There are two types of glass-to-metal seals (GTMS) matched seals and compression seals. Kovar / F-15 is only used for matched seals. For compression seals the thermal expansion of the housing is much larger than glass so stainless steel is commonly used for this type of seal.
The seal’s function is to hermetically isolate environments from each other. One environment is the electrical conductor or pin and the other is the housing itself. Between these two is the glass. These three components are chosen based on their similarity of Coefficients of Thermal Expansion (CTE) at different temperatures between their transformation points. During the process a chemical bond is formed between an oxide and the glass on the conductor and the housing. This bond increases the strength of the the matched seal. Borosilicate glass and Kovar metal components are the most common materials to be used for matched seal engineering processes.
For example consider a traditional electrical lighting tube which creates immense heat that transfers to the glass shell. The glass can become extremely hot very quickly so using other metals which don’t possess the expansion properties of F15 / Kovar to connect the glass tubing to the metal structures would be dangerous. The reason is that traditional metals have thermal expansion and contraction properties much different to hard glass and therefore each component part, the glass and the metal, would expand and contract at different rates. This would therefore lead to increased pressure on the glass tube which would invariably not be able to maintain its hermetic seal, or worse still crack with the additional load.
There are several ways to produce glass-to-metal seals, but fundamentally they involve melting the glass and bonding it to the metal components using a high temperature furnace with a controlled atmosphere.
F15 alloy / Kovar is also frequently used in the telecommunications, military and defense, aerospace and electronic industries.
Thanks to its thermal expansion coefficient, fatigue strength and formability, F-15 Alloy / Kovar is often used as electronic packaging material and also in hybrid circuit packages.
The main properties to be considered when selecting materials for leads and leadframes are electrical conductivity, solderability, corrosion resistance, coefficient of thermal conductivity, fatigue properties, yield strength, and coefficient of thermal expansion.
The lead material must be electrically conductive with as low a resistance as possible, and be resistant to corrosion (corrosion increases the electrical resistance causing electrical failure and eventually mechanical fracture).
Leads have to be soldered to the board hence good solderability is required.
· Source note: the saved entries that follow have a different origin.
#!/usr/bin/env python3
"""Independent reference values for plenum's equilibria analysis (test/verification/equilibria.test.ts).

Computed from the formulas alone, with NumPy/SciPy, not from plenum's code. Run
`python3 test/reference/equilibria.py` to regenerate test/reference/equilibria.json; the netlists
eq-*.yaml beside this script describe the same networks.

Model (isothermal, ideal gas, laminar compressible Hagen-Poiseuille lines, half of each line's
volume lumped into each end chamber):
  neo-Hookean sphere    dp = 2 mu t0/r0 (1/l - 1/l^7)                       (Treloar 1975)
  Mooney-Rivlin sphere  dp = 4 t0/r0 (C1 + C2 l^2)(1/l - 1/l^7)            (Ogden 1984)
  Gent sphere           dp = neo-Hookean / (1 - (2 l^2 + l^-4 - 3)/Jm)      (Gent 1996)
  V = 4/3 pi r0^3 l^3; linear wall V = V0 + C (p - pa); rigid V = V0
  m = p (V + Vd) / (R T)
  line: mdot = pi D^4 (p1^2 - p2^2) / (256 mu_gas L R T)

Equilibria of a closed group: one common pressure p with sum_i m_i(p) = M. Method here: for each
pressure on a fine grid, every stretch with dp(l) = p - pa is found as a real root of the
polynomial obtained by multiplying the membrane law by l^7 (l^9 for Gent), polished by Newton;
each root is labelled by the monotone segment it lies on (extrema of dp(l) found by brentq on
its derivative); for every combination of segments the sign changes of sum m - M along the grid
are refined with brentq. Open group (chambers joined to one reservoir): p = reservoir pressure.

Stability (Mueller & Strehlow, Rubber and Rubber Balloons, 2004): linearising the mass balance
with capacitances C_i = dm_i/dp = ((V_i + Vd_i) + p dV_i/dp)/(R T) and line conductances
G_ij = d mdot/d p_i = 2 k_ij p at equal pressures gives d(dm)/dt = -L diag(1/C) dm, L the
conductance-weighted Laplacian (plus the lines to reservoirs on its diagonal). For a closed
group the zero mode of mass conservation is removed by projecting onto the complement of
(1, ..., 1) (scipy.linalg.null_space); the growth rate is the largest real part of the rest.
For two chambers this is -G (1/C1 + 1/C2), which is also written out.
"""
import itertools, json, math, os
import numpy as np
from scipy.optimize import brentq
from scipy.linalg import null_space

R = 8.314462618 / 0.0289647
T = 293.15
PA = 101325.0
MU = 1.716e-5 * (T / 273.15) ** 1.5 * (273.15 + 110.4) / (T + 110.4)
HERE = os.path.dirname(os.path.abspath(__file__))


class Sphere:
    def __init__(self, law, r0, t0, **k):
        self.law, self.r0, self.t0, self.k = law, r0, t0, k
        self.V0 = 4 / 3 * math.pi * r0 ** 3
        self.lock = math.inf
        if law == 'gent':
            Jm = k['Jm']
            self.lock = brentq(lambda l: 2 * l * l + l ** -4 - 3 - Jm, 1.0001, 100)
        # extrema of dp(l): sign changes of the derivative on a fine grid, refined
        hi = min(self.lock * (1 - 1e-6), 60.0)
        ls = np.geomspace(1.0, hi, 20001)
        d = np.array([self.ddp(l) for l in ls])
        self.ext = []
        for i in range(len(ls) - 1):
            if d[i] == 0 or d[i] * d[i + 1] < 0:
                self.ext.append(brentq(self.ddp, ls[i], ls[i + 1], xtol=1e-15))

    def dp(self, l):
        k = self.t0 / self.r0
        g = 1 / l - l ** -7
        if self.law == 'nh':
            return 2 * self.k['mu'] * k * g
        if self.law == 'mr':
            return 4 * k * (self.k['c1'] + self.k['c2'] * l * l) * g
        D = 1 - (2 * l * l + l ** -4 - 3) / self.k['Jm']
        return 2 * self.k['mu'] * k * g / D

    def ddp(self, l, h=1e-7):
        return (self.dp(l * (1 + h)) - self.dp(l * (1 - h))) / (2 * l * h)

    def poly(self, g):
        """Coefficients (highest first) of a polynomial whose roots l > 1 solve dp(l) = g."""
        k = self.t0 / self.r0
        if self.law == 'nh':
            c = 2 * self.k['mu'] * k
            return [g, -c, 0, 0, 0, 0, 0, c]                          # g l^7 - c l^6 + c
        if self.law == 'mr':
            c1, c2 = 4 * k * self.k['c1'], 4 * k * self.k['c2']
            return [c2, -g, c1, 0, 0, 0, -c2, 0, -c1]                 # c2 l^8 - g l^7 + c1 l^6 - c2 l^2 - c1
        c, Jm = 2 * self.k['mu'] * k, self.k['Jm']
        return [-2 * g, 0, g * (Jm + 3), -c * Jm, 0, 0, -g, 0, 0, c * Jm]  # -2g l^9 + g(Jm+3) l^7 - cJm l^6 - g l^3 + cJm

    def stretches(self, g):
        """Every (segment, l) with dp(l) = g > 0, l > 1, below the Gent lock."""
        out = []
        for r in np.roots(self.poly(g)):
            if abs(r.imag) > 1e-6 * abs(r) or r.real <= 1 + 1e-12 or r.real >= self.lock:
                continue
            l = r.real
            for _ in range(5):  # Newton polish on the law itself
                f = self.dp(l) - g
                d = self.ddp(l)
                if d == 0:
                    break
                l -= f / d
            if l <= 1 or l >= self.lock or abs(self.dp(l) - g) > 1e-9 * max(g, 1):
                continue
            seg = sum(1 for e in self.ext if e < l)
            if not any(s == seg and abs(x - l) < 1e-9 for s, x in out):
                out.append((seg, l))
        return sorted(out)

    def volume(self, l):
        return self.V0 * l ** 3

    def dVdp(self, l):
        return 3 * self.V0 * l * l / self.ddp(l)


class Rigid:
    def __init__(self, V0):
        self.V0 = V0
        self.ext = []


class Linear:
    def __init__(self, V0, C):
        self.V0, self.C = V0, C
        self.ext = []


def states(w, p):
    """(segment, V, dV/dp, stretch or None) for each volume chamber w can take at pressure p."""
    if isinstance(w, Rigid):
        return [(0, w.V0, 0.0, None)]
    if isinstance(w, Linear):
        return [(0, w.V0 + w.C * (p - PA), w.C, None)]
    return [(s, w.volume(l), w.dVdp(l), l) for s, l in w.stretches(p - PA)]


def dead_volumes(n, lines):
    Vd = [0.0] * n
    for (i, j, D, L) in lines:
        half = math.pi * D * D * L / 8
        Vd[i] += half
        if j >= 0:
            Vd[j] += half
    return Vd


def start_mass(w, start, Vd):
    kind, val = start
    if kind == 'stretch':
        V = w.volume(val)
        p = PA + w.dp(val)
    else:  # pressure (gauge), rigid or linear
        p = PA + val
        V = w.V0 if isinstance(w, Rigid) else w.V0 + w.C * val
    return p * (V + Vd) / (R * T)


def jacobian(n, lines, p, C):
    """d(dm)/dt = J dm at equal pressure p (lines to a reservoir have j = -1)."""
    L = np.zeros((n, n))
    for (i, j, D, Ln) in lines:
        G = 2 * math.pi * D ** 4 / (256 * MU * Ln * R * T) * p
        L[i, i] += G
        if j >= 0:
            L[j, j] += G
            L[i, j] -= G
            L[j, i] -= G
    return -L @ np.diag(1 / np.array(C))


def growth(J, closed):
    if closed:
        Q = null_space(np.ones((1, J.shape[0])))
        J = Q.T @ J @ Q
    ev = np.linalg.eigvals(J)
    return max(ev.real), sorted(ev.real, reverse=True)


def closed_group(names, walls, starts, lines, extra=None):
    n = len(walls)
    Vd = dead_volumes(n, lines)
    M = sum(start_mass(w, s, vd) for w, s, vd in zip(walls, starts, Vd))
    # every equilibrium has p > pa when M exceeds the gas all chambers hold at ambient, unstretched
    assert M > sum(PA * (w.V0 + vd) / (R * T) for w, vd in zip(walls, Vd)), 'the scan covers p > pa only'
    # top of the scan: above every extremum pressure, and above the pressure at which any chamber
    # with a branch rising without bound would hold all the gas by itself on that branch
    ptop = max([PA] + [PA + w.dp(e) for w in walls if isinstance(w, Sphere) for e in w.ext])
    for w, vd in zip(walls, Vd):
        if not states(w, PA * 50):
            continue
        top = lambda p: (max(s[1] for s in states(w, p)) + vd) * p / (R * T) - M
        lo = ptop * (1 + 1e-9)
        if top(lo) < 0:
            ptop = brentq(top, lo, PA * 50)
    ext_p = sorted({PA + w.dp(e) for w in walls if isinstance(w, Sphere) for e in w.ext})
    g = list(np.geomspace(1e-3, ptop - PA, 12000))
    for pe in ext_p:
        for k in range(2, 15):
            g += [pe - PA - (pe - PA) * 10 ** -k, pe - PA + (pe - PA) * 10 ** -k]
    grid = np.array(sorted(x for x in g if x > 0)) + PA

    def mass_on(combo, p):
        tot = 0.0
        for w, seg, vd in zip(walls, combo, Vd):
            ss = [s for s in states(w, p) if s[0] == seg]
            if not ss:
                return None
            tot += p * (ss[0][1] + vd) / (R * T)
        return tot - M

    segs = [list(range(len(w.ext) + 1)) if isinstance(w, Sphere) else [0] for w in walls]
    roots = []
    table = [[{s[0]: s for s in states(w, p)} for w in walls] for p in grid]
    for combo in itertools.product(*segs):
        prev = None
        for k, p in enumerate(grid):
            if all(c in table[k][i] for i, c in enumerate(combo)):
                f = sum(p * (table[k][i][c][1] + Vd[i]) / (R * T) for i, c in enumerate(combo)) - M
                if prev is not None and prev[1] * f < 0:
                    try:
                        r = brentq(lambda x: mass_on(combo, x), prev[0], p, xtol=1e-12, rtol=1e-15)
                        roots.append((r, combo))
                    except ValueError:
                        pass
                prev = (p, f)
            else:
                prev = None
    out = []
    for p, combo in sorted(roots):
        st = [[s for s in states(w, p) if s[0] == c][0] for w, c in zip(walls, combo)]
        C = [((s[1] + vd) + p * s[2]) / (R * T) for s, vd in zip(st, Vd)]
        J = jacobian(n, lines, p, C)
        gr, ev = growth(J, True)
        e = {'gauge': p - PA, 'segments': list(combo), 'growth_rate': gr, 'eigenvalues': ev, 'stable': bool(gr < 0),
             'chambers': {nm: {'volume': s[1], 'mass': p * (s[1] + vd) / (R * T), **({'stretch': s[3]} if s[3] else {})}
                          for nm, s, vd in zip(names, st, Vd)}}
        if n == 2:
            G = 2 * math.pi * lines[0][2] ** 4 / (256 * MU * lines[0][3] * R * T) * p
            e['formula_rate'] = -G * (1 / C[0] + 1 / C[1])
        out.append(e)
    return {'mass': M, 'count': len(out), 'equilibria': out}


def open_group(names, walls, lines, p_res):
    """Chambers joined to one reservoir (line end j = -1): every chamber at p_res."""
    n = len(walls)
    Vd = dead_volumes(n, lines)
    options = [states(w, p_res) for w in walls]
    out = []
    for st in itertools.product(*options):
        C = [((s[1] + vd) + p_res * s[2]) / (R * T) for s, vd in zip(st, Vd)]
        J = jacobian(n, lines, p_res, C)
        gr, ev = growth(J, False)
        out.append({'gauge': p_res - PA, 'segments': [s[0] for s in st], 'growth_rate': gr, 'eigenvalues': ev, 'stable': bool(gr < 0),
                    'chambers': {nm: {'volume': s[1], 'mass': p_res * (s[1] + vd) / (R * T), **({'stretch': s[3]} if s[3] else {})}
                                 for nm, s, vd in zip(names, st, Vd)}})
    return {'count': len(out), 'equilibria': out}


def nh(r0, t0, mu):
    return Sphere('nh', r0, t0, mu=mu)


def mr(r0, t0, c1, c2):
    return Sphere('mr', r0, t0, c1=c1, c2=c2)


def gent(r0, t0, mu, Jm):
    return Sphere('gent', r0, t0, mu=mu, Jm=Jm)


if __name__ == '__main__':
    cases = {}
    # two latex cells past their pressure maximum, and before it (lines: from, to, D, L)
    cell = lambda: nh(0.02, 0.001, 0.3e6)
    cases['eq-two-cells-past'] = closed_group(['a', 'b'], [cell(), cell()], [('stretch', 1.55), ('stretch', 1.65)], [(0, 1, 0.5e-3, 0.5)])
    cases['eq-two-cells-before'] = closed_group(['a', 'b'], [cell(), cell()], [('stretch', 1.15), ('stretch', 1.25)], [(0, 1, 0.5e-3, 0.5)])
    # two Mooney-Rivlin pods with a pressure minimum (C2/C1 = 0.05), and a chain of three
    pod = lambda: mr(0.015, 0.0012, 0.2e6, 0.01e6)
    cases['eq-mr-pair'] = closed_group(['p1', 'p2'], [pod(), pod()], [('stretch', 1.3), ('stretch', 6.0)], [(0, 1, 0.6e-3, 0.4)])
    cases['eq-mr-chain'] = closed_group(['p1', 'p2', 'p3'], [pod(), pod(), pod()], [('stretch', 1.2), ('stretch', 5.5), ('stretch', 5.5)],
                                        [(0, 1, 0.6e-3, 0.4), (1, 2, 0.8e-3, 0.3)])
    # a rigid tank, a neo-Hookean cell, a Gent bladder and a linear air spring in a closed chain
    cases['eq-mixed'] = closed_group(['tank', 'cell', 'bladder', 'spring'],
                                     [Rigid(0.05e-3), nh(0.02, 0.001, 0.3e6), gent(0.01, 0.001, 0.6e6, 30.0), Linear(0.02e-3, 0.01e-3 / 100e3)],
                                     [('pressure', 30e3), ('stretch', 1.7), ('stretch', 1.4), ('pressure', 5e3)],
                                     [(0, 1, 0.6e-3, 0.5), (1, 2, 0.5e-3, 0.3), (2, 3, 0.7e-3, 0.4)])
    # two cells each held by a 15 kPa gauge reservoir and joined to each other
    cases['eq-open'] = open_group(['a', 'b'], [cell(), cell()], [(0, -1, 0.5e-3, 1.0), (1, -1, 0.4e-3, 1.0), (0, 1, 0.5e-3, 0.5)], PA + 15e3)
    with open(os.path.join(HERE, 'equilibria.json'), 'w') as f:
        json.dump(cases, f, indent=1)
    for k, v in cases.items():
        print(k, v['count'], [(round(e['gauge'], 2), e['segments'], e['stable'], f"{e['growth_rate']:.5g}") for e in v['equilibria']])
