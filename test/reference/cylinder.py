#!/usr/bin/env python3
"""Independent reference solution for plenum's cylinder (test/verification/cylinder-reference.test.ts),
computed with SciPy (solve_ivp, Radau, rtol 1e-11) from the equations written out here, not from
plenum's code. Run `python3 test/reference/cylinder.py` to regenerate test/reference/cylinder-stroke.json;
cylinder-stroke.yaml beside this script describes the same network.

Network: a double-acting cylinder whose cap side is filled from a supply through a laminar line
and whose rod side vents to ambient through another; the supply drops to ambient pressure
(a 10 ms ramp) after the stroke, and the spring, the load and gravity retract the piston.

Model (adiabatic, ideal gas, uniform gas in each side):
  areas      A_c = pi D^2/4, A_r = pi (D^2 - d^2)/4
  volumes    V_c = Vd_c + A_c x,  V_r = Vd_r + A_r (s - x)     (Vd includes half of each line)
  pressures  p = m R T / V
  lines      mdot = pi D^4 (p1^2 - p2^2) / (256 mu(T_up) L R T_up)  (compressible Hagen-Poiseuille,
             laminar; the script asserts Re = 4 |mdot| / (pi D mu) < 2300 throughout)
  energy     m cv dT/dt = cp H_in - cv T m_in - R T m_out - p dV/dt   (Cengel & Boles, unsteady
             flow with boundary work), H_in = sum of mdot_in T_upstream
  piston     M dv/dt = F - friction,  dx/dt = v
             F = (p_c - pa) A_c - (p_r - pa) A_r - (F0 + k x) - F_load - M g sin(theta)
  friction   Karnopp (J. Dyn. Sys. Meas. Control 107 (1985) 100) with the zero-velocity band
             taken to zero by events: modes stuck (v = 0 while |F| <= Fs), sliding forwards or
             backwards (Fc s + c v); stuck -> sliding when |F| crosses Fs; sliding -> rest when
             v crosses 0 (then stuck if |F| <= Fs, else sliding the way F points)
  end stops  x = 0 and x = s: inelastic contact (v set to 0, the impact velocity recorded); held
             while side * F >= -Fs; released when side * F falls through -Fs
Constants: R = 8.314462618 / 0.0289647, gamma = 1.4, Sutherland mu for air (1.716e-5 Pa s,
273.15 K, S = 110.4 K), g = 9.80665 m/s^2.
"""
import json, math, os
import numpy as np
from scipy.integrate import solve_ivp

R = 8.314462618 / 0.0289647
GAMMA = 1.4
CV = R / (GAMMA - 1)
CP = GAMMA * CV
TA = 293.15
PA = 101325.0
G = 9.80665
HERE = os.path.dirname(os.path.abspath(__file__))


def mu(T):
    return 1.716e-5 * (T / 273.15) ** 1.5 * (273.15 + 110.4) / (T + 110.4)


# ---- the network (cylinder-stroke.yaml) ------------------------------------------------------
BORE, ROD, STROKE = 0.012, 0.005, 0.025
AC = math.pi * BORE ** 2 / 4
AR = math.pi * (BORE ** 2 - ROD ** 2) / 4
M = 0.2
K, F0 = 100.0, 2.0
LOAD = 3.0
FS, FC, CVISC = 4.0, 3.0, 10.0
THETA = math.radians(30)
GRAV = M * G * math.sin(THETA)
LINE_D, LINE_L = 0.4e-3, 1.5  # 0.4 mm x 1.5 m, both lines
HALF_LINE = math.pi * LINE_D ** 2 * LINE_L / 8
VD_C = 0.5e-6 + HALF_LINE
VD_R = 0.8e-6 + HALF_LINE
P_SUPPLY = PA + 2e5
T_DROP, T_RAMP = 3.0, 0.01
DURATION = 5.0


def supply(t):
    if t <= T_DROP:
        return P_SUPPLY
    if t >= T_DROP + T_RAMP:
        return PA
    return P_SUPPLY + (PA - P_SUPPLY) * (t - T_DROP) / T_RAMP


def line(p1, T1, p2, T2):
    """mass flow 1 -> 2 and the upstream temperature."""
    Tup = T1 if p1 >= p2 else T2
    q = math.pi * LINE_D ** 4 * (p1 * p1 - p2 * p2) / (256 * mu(Tup) * LINE_L * R * Tup)
    return q, Tup


max_re = [0.0]


def parts(t, y):
    mc, Tc, mr, Tr, x, v = y
    Vc = VD_C + AC * x
    Vr = VD_R + AR * (STROKE - x)
    pc = mc * R * Tc / Vc
    pr = mr * R * Tr / Vr
    F = (pc - PA) * AC - (pr - PA) * AR - (F0 + K * x) - LOAD - GRAV
    return Vc, Vr, pc, pr, F


def rhs_for(mode):
    def rhs(t, y):
        mc, Tc, mr, Tr, x, v = y
        Vc, Vr, pc, pr, F = parts(t, y)
        q_in, T_in = line(supply(t), TA, pc, Tc)     # supply -> cap
        q_out, T_out = line(pr, Tr, PA, TA)          # rod -> ambient
        for q, T in ((q_in, T_in), (q_out, T_out)):
            max_re[0] = max(max_re[0], 4 * abs(q) / (math.pi * LINE_D * mu(T)))
        if mode in ('stuck', 'low', 'high'):
            dx, dv = 0.0, 0.0
        else:
            s = 1.0 if mode == 'fwd' else -1.0
            dx, dv = v, (F - (FC * s + CVISC * v)) / M
        # cap: inflow q_in (> 0 enters)
        mi, mo, hi = (q_in, 0.0, q_in * T_in) if q_in >= 0 else (0.0, -q_in, 0.0)
        dTc = (CP * hi - CV * Tc * mi - R * Tc * mo - pc * AC * dx) / (mc * CV)
        # rod: outflow q_out (> 0 leaves)
        mi, mo, hi = (0.0, q_out, 0.0) if q_out >= 0 else (-q_out, 0.0, -q_out * T_out)
        dTr = (CP * hi - CV * Tr * mi - R * Tr * mo + pr * AR * dx) / (mr * CV)
        return [q_in, dTc, -q_out, dTr, dx, dv]
    return rhs


def events_for(mode):
    evs = []
    def ev(f, direction):
        f.terminal = True
        f.direction = direction
        evs.append(f)
    if mode == 'stuck':
        ev(lambda t, y: parts(t, y)[4] - FS, 1)
        ev(lambda t, y: -parts(t, y)[4] - FS, 1)
    elif mode == 'low':
        ev(lambda t, y: parts(t, y)[4] - FS, 1)
    elif mode == 'high':
        ev(lambda t, y: -parts(t, y)[4] - FS, 1)
    elif mode == 'fwd':
        ev(lambda t, y: y[5], -1)
        ev(lambda t, y: y[4] - STROKE, 1)
    elif mode == 'bwd':
        ev(lambda t, y: -y[5], -1)
        ev(lambda t, y: y[4], -1)
    return evs


def at_rest(t, y, where):
    """mode of a piston at rest (v = 0): at a stop, held or released; inside, stuck or sliding."""
    F = parts(t, y)[4]
    if where == 'high':
        return 'high' if F >= -FS else 'bwd'
    if where == 'low':
        return 'low' if -F >= -FS else 'fwd'
    if abs(F) <= FS:
        return 'stuck'
    return 'fwd' if F > 0 else 'bwd'


def main():
    m0c = PA * VD_C / (R * TA)
    m0r = PA * (VD_R + AR * STROKE) / (R * TA)
    y = np.array([m0c, TA, m0r, TA, 0.0, 0.0])
    t = 0.0
    mode = at_rest(t, y, 'low')
    stops = [T_DROP, T_DROP + T_RAMP, DURATION]
    times = list(np.linspace(0, DURATION, 321))
    log = []
    samples = {}
    atol = [1e-16, 1e-9, 1e-16, 1e-9, 1e-14, 1e-13]
    while t < DURATION:
        t_stop = min(s for s in stops if s > t + 1e-15)
        want = [tt for tt in times if t <= tt <= t_stop and tt not in samples]
        sol = solve_ivp(rhs_for(mode), (t, t_stop), y, method='Radau', rtol=1e-11, atol=atol,
                        events=events_for(mode), dense_output=True)
        assert sol.status in (0, 1), sol.message
        t_end = sol.t[-1]
        for tt in want:
            if tt <= t_end:
                samples[tt] = sol.sol(tt).copy()
        y = sol.y[:, -1].copy()
        t = t_end
        if sol.status == 1:
            # which event fired
            k = next(i for i, te in enumerate(sol.t_events) if len(te))
            if mode == 'stuck' or mode in ('low', 'high'):
                F = parts(t, y)[4]
                mode = 'fwd' if F > 0 else 'bwd'
                log.append({'t': t, 'what': 'starts to move', 'direction': mode})
            elif k == 0:  # velocity reached zero while sliding
                y[5] = 0.0
                mode = at_rest(t, y, 'inside')
                log.append({'t': t, 'what': 'halts', 'then': mode})
            else:  # a stop
                side = 'high' if mode == 'fwd' else 'low'
                log.append({'t': t, 'what': 'impact', 'stop': side, 'velocity': float(y[5])})
                y[4] = STROKE if side == 'high' else 0.0
                y[5] = 0.0
                mode = at_rest(t, y, side)
    assert max_re[0] < 2300, max_re[0]
    out = {'name': 'cylinder-stroke', 'times': times, 'events': log, 'max_reynolds': max_re[0],
           'channels': {k: [] for k in ('c.position', 'c.velocity', 'c.cap.gauge', 'c.rod.gauge',
                                         'c.cap.temperature', 'c.rod.temperature', 'c.cap.mass', 'c.rod.mass')}}
    for tt in times:
        yy = samples[tt]
        _, _, pc, pr, _ = parts(tt, yy)
        ch = out['channels']
        ch['c.position'].append(yy[4]); ch['c.velocity'].append(yy[5])
        ch['c.cap.gauge'].append(pc - PA); ch['c.rod.gauge'].append(pr - PA)
        ch['c.cap.temperature'].append(yy[1]); ch['c.rod.temperature'].append(yy[3])
        ch['c.cap.mass'].append(yy[0]); ch['c.rod.mass'].append(yy[2])
    with open(os.path.join(HERE, 'cylinder-stroke.json'), 'w') as f:
        json.dump(out, f, indent=1)
    for e in log:
        print(e)
    print('max Re', round(max_re[0], 1), 'final x', out['channels']['c.position'][-1])


if __name__ == '__main__':
    main()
Silver undercoats and gold overcoats are often used to improve F-15 / Kovar’s solderability level and to prevent surface oxidation.
Leads can also serve as a medium for dissipation of heat during device operation, so high thermal conductivity is required for the lead material.
Yield strength and ductility is required for formability (which is the ability to accommodate sharp bends without the material weakening). Fatigue properties are the ability of the lead to cope with cyclic stresses induced through vibration or varying temperatures.
Kovar is commonly used in lead and leadframe fabrication in ceramic chip carriers.